• WHAT IS REQUIRED:
Out of the listing below, copy every line that carries the string "TreeMemory".

• INFORMATION SUPPLIED:
def write_inputs(folder: Path, rows: int, bootstrap: int, permutations: int,
                 imputations: int = 0, only: tuple[str, ...] = (),
                 competing: bool = False) -> Path:
    (folder / "data").mkdir(parents=True, exist_ok=True)
    simulate(rows).to_parquet(folder / "data" / "registry.parquet", index=False)
    path = folder / "spec.yaml"
    path.write_text("# Invented registry for benchmarks/registry.py\n"
                    + yaml.safe_dump(spec(bootstrap, permutations, imputations, only, competing),
                                     sort_keys=False),
                    encoding="utf-8")
    return path


def reference_fit_seconds(extract: Path) -> float:
    """One statsmodels logistic GLM over every complete row: readmission on sodium, age, sex."""
    import pyarrow.parquet as pq
    import statsmodels.api as sm

    df = pq.read_table(extract, columns=["readmit30", "sodium", "age", "sex"]).to_pandas()
    df = df.dropna()
    X = sm.add_constant(df[["sodium", "age", "sex"]].to_numpy(float))
    start = time.perf_counter()
    sm.GLM(df["readmit30"].to_numpy(float), X, family=sm.families.Binomial()).fit()
    return time.perf_counter() - start


class TreeMemory(threading.Thread):
    """Samples the summed resident set of a process and its descendants."""

    def __init__(self, pid: int, every: float = 0.2):
        super().__init__(daemon=True)
        self.pid, self.every = pid, every
        self.peak_bytes = 0
        self.stop = threading.Event()

    def run(self) -> None:
        import psutil  # a dependency of Snakemake

        try:
            root = psutil.Process(self.pid)
        except psutil.NoSuchProcess:
            return
        while not self.stop.is_set():
            total = 0
            try:
                procs = [root, *root.children(recursive=True)]
            except psutil.NoSuchProcess:
                return
            for p in procs:
                try:
                    total += p.memory_info().rss
                except (psutil.NoSuchProcess, psutil.AccessDenied):
                    pass
            self.peak_bytes = max(self.peak_bytes, total)
            self.stop.wait(self.every)


def run_unbin(spec_path: Path, out: Path, cores: int) -> dict[str, Any]:
    cmd = [sys.executable, "-m", "unbin.cli", "run", str(spec_path), "--out", str(out),
           "--cores", str(cores), "--quiet"]
    before = resource.getrusage(resource.RUSAGE_CHILDREN).ru_maxrss
    start = time.perf_counter()
    proc = subprocess.Popen(cmd, stdout=subprocess.PIPE, stderr=subprocess.STDOUT, text=True)
    watcher = TreeMemory(proc.pid)
    watcher.start()
    output, _ = proc.communicate()
    wall = time.perf_counter() - start
    watcher.stop.set()
    watcher.join()
    if proc.returncode != 0:
        raise SystemExit(f"unbin run failed (exit {proc.returncode}):\n{output}")
    # ru_maxrss of waited-for children: the largest single process of the tree (KiB on Linux).
    maxrss_kib = resource.getrusage(resource.RUSAGE_CHILDREN).ru_maxrss
    manifest = json.loads((out / "run.json").read_text())
    status = pd.read_parquet(out / "tables" / "status.parquet")
    return {
        "wall_seconds": round(wall, 1),
        "peak_process_mb": round(max(maxrss_kib, before) / 1024, 1),
        "peak_tree_mb": round(watcher.peak_bytes / 2**20, 1),
        "rules": manifest["rules"],
        "statuses": {str(k): int(v) for k, v in status["status"].value_counts().items()},
        "slowest_jobs": slowest_jobs(out),
        "memory_requests": memory_requests(out, spec_path),
    }


def slowest_jobs(out: Path, k: int = 5) -> list[dict[str, Any]]:
    rows: list[dict[str, Any]] = []
    for tsv in (out / "benchmarks").glob("*/**/*.tsv"):
        row = pd.read_csv(tsv, sep="\t").iloc[0]
        rel = tsv.relative_to(out / "benchmarks")
        rows.append({"job": str(rel.with_suffix("")), "seconds": round(float(row["s"]), 1),
                     "max_rss_mb": float(row["max_rss"]) if row["max_rss"] != "-" else None})
    return sorted(rows, key=lambda r: -r["seconds"])[:k]


def memory_requests(out: Path, spec_path: Path) -> dict[str, Any]:
    """Each fit and resampling job's peak (Snakemake's max_rss) against the memory it asked for
    (``pipeline.memory``): the largest share, and the jobs whose peak exceeded the request (on a
    cluster that enforces requests, they would have been killed and retried)."""
    from unbin.pipeline.workflow_support import analysis_memory_mb
    from unbin.spec import load_spec

    spec = load_spec(spec_path)
    shares: list[dict[str, Any]] = []
    for rule, job in (("fit_analysis", "fit"), ("resample_analysis", "resample")):
        for tsv in sorted((out / "benchmarks" / rule).glob("*/*.tsv")):
            row = pd.read_csv(tsv, sep="\t").iloc[0]
            if row["max_rss"] == "-":
                continue
            cohort, analysis = tsv.parent.name, tsv.stem
            asked = analysis_memory_mb(spec, cohort, analysis, job, 1)
            shares.append({"job": f"{rule}/{cohort}/{analysis}", "asked_mb": asked,
                           "peak_mb": round(float(row["max_rss"]), 1),
                           "share": round(float(row["max_rss"]) / asked, 3)})
    return {"largest_share": max((r["share"] for r in shares), default=None),
            "over": [r for r in shares if r["share"] > 1.0],
            "asked_mb_total": sum(r["asked_mb"] for r in shares)}


def measure(rows: int, cores: int, bootstrap: int, permutations: int,
            folder: Path, imputations: int = 0, only: tuple[str, ...] = (),
            competing: bool = False) -> dict[str, Any]:
    spec_path = write_inputs(folder, rows, bootstrap, permutations, imputations, only,
                             competing)
    extract = folder / "data" / "registry.parquet"
    ref = reference_fit_seconds(extract)
    result = run_unbin(spec_path, folder / "out", cores)
    import pyarrow.parquet as pq

    import unbin

    return {
        "rows": rows, "columns": len(pq.read_schema(extract).names),
        "analyses": len(spec(bootstrap, permutations, imputations, only,
                             competing)["analyses"]),
        "cores": cores, "imputations": imputations,
        "bootstrap": bootstrap,
        "permutations": permutations, "extract_mb": round(extract.stat().st_size / 2**20, 1),
        **result,
        "reference_fit_seconds": round(ref, 3),
        "wall_in_reference_fits": round(result["wall_seconds"] / ref, 1),
        "unbin": unbin.__version__, "python": platform.python_version(),
        "machine": f"{platform.machine()}, {os.cpu_count()} cpus",
    }


def markdown(r: dict[str, Any]) -> str:
    lines = [
        f"{r['rows']:,} rows, {r['analyses']} analyses, {r['cores']} cores, bootstrap "
        f"{r['bootstrap']}, permutations {r['permutations']} ({r['machine']}):",
        "",
        f"- wall time {r['wall_seconds']:.0f} s ({r['wall_in_reference_fits']:.0f} reference "
        f"logistic fits of {r['reference_fit_seconds']:.2f} s)",
        f"- peak memory: {r['peak_process_mb']:,.0f} MB in one process, "
        f"{r['peak_tree_mb']:,.0f} MB summed over the run's processes",
        "",
        "| rule | jobs | seconds (total) | seconds (longest job) | peak memory (MB) |",
        "| --- | ---: | ---: | ---: | ---: |",
    ]
    for rule, v in sorted(r["rules"].items(), key=lambda kv: -kv[1]["seconds_total"]):
        lines.append(f"| {rule} | {v['jobs']} | {v['seconds_total']:.1f} | "
                     f"{v['seconds_max']:.1f} | {v['max_rss_mb']:,.0f} |")
    lines += ["", "Slowest jobs: " + ", ".join(f"{j['job']} {j['seconds']:.0f} s"
                                               for j in r["slowest_jobs"])]
    req = r["memory_requests"]
    if req["largest_share"] is not None:
        lines += ["", f"Memory requests: the largest peak was {req['largest_share']:.0%} of its "
                      f"job's request; {len(req['over'])} job(s) over their request"
                      + "".join(f"; {o['job']} {o['peak_mb']:,.0f} of {o['asked_mb']:,} MB"
                                for o in req["over"])]
    return "\n".join(lines)


def main(argv: list[str] | None = None) -> int:
    parser = argparse.ArgumentParser(description=__doc__.split("\n\n")[0])
    parser.add_argument("--rows", type=int, default=ROWS, help="rows of the extract")
    parser.add_argument("--cores", type=int, default=2, help="cores for `unbin run`")
    parser.add_argument("--bootstrap", type=int, default=50, help="bootstrap replicates")
    parser.add_argument("--permutations", type=int, default=200, help="permutations")
    parser.add_argument("--keep", type=Path, default=None,
                        help="write inputs and results here and keep them (default: a temporary "
                             "folder, removed afterwards)")
    parser.add_argument("--imputations", type=int, default=0,
                        help="the missing-data variant: impute every analysis' missing values "
                             "(M sets; 0, the default: complete cases)")
    parser.add_argument("--only", default="",
                        help="comma-separated analysis names to run (default: all ten)")
    parser.add_argument("--competing", action="store_true",
                        help="add the competing-risk analysis death_egfr_competing")
    parser.add_argument("--json", action="store_true", help="print one JSON object")
    parser.add_argument("--inputs-only", action="store_true",
                        help="write the spec and extract into --keep and stop (for measuring "
                             "single jobs at this size with benchmarks/job_memory.py)")
    args = parser.parse_args(argv)
    if args.inputs_only:
        if args.keep is None:
            parser.error("--inputs-only needs --keep FOLDER (where the inputs go)")
        spec_path = write_inputs(args.keep, args.rows, args.bootstrap, args.permutations,
                                 args.imputations, tuple(n for n in args.only.split(",") if n),
                                 args.competing)
        print(spec_path)
        return 0
    folder = args.keep or Path(tempfile.mkdtemp(prefix="unbin-registry-"))
    try:
        result = measure(args.rows, args.cores, args.bootstrap, args.permutations, folder,
                         args.imputations, tuple(n for n in args.only.split(",") if n),
                         args.competing)
    finally:
        if args.keep is None:
            shutil.rmtree(folder, ignore_errors=True)
    print(json.dumps(result, indent=1, default=str) if args.json else markdown(result))
    return 0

• TASK RESULT:
class TreeMemory(threading.Thread):
    watcher = TreeMemory(proc.pid)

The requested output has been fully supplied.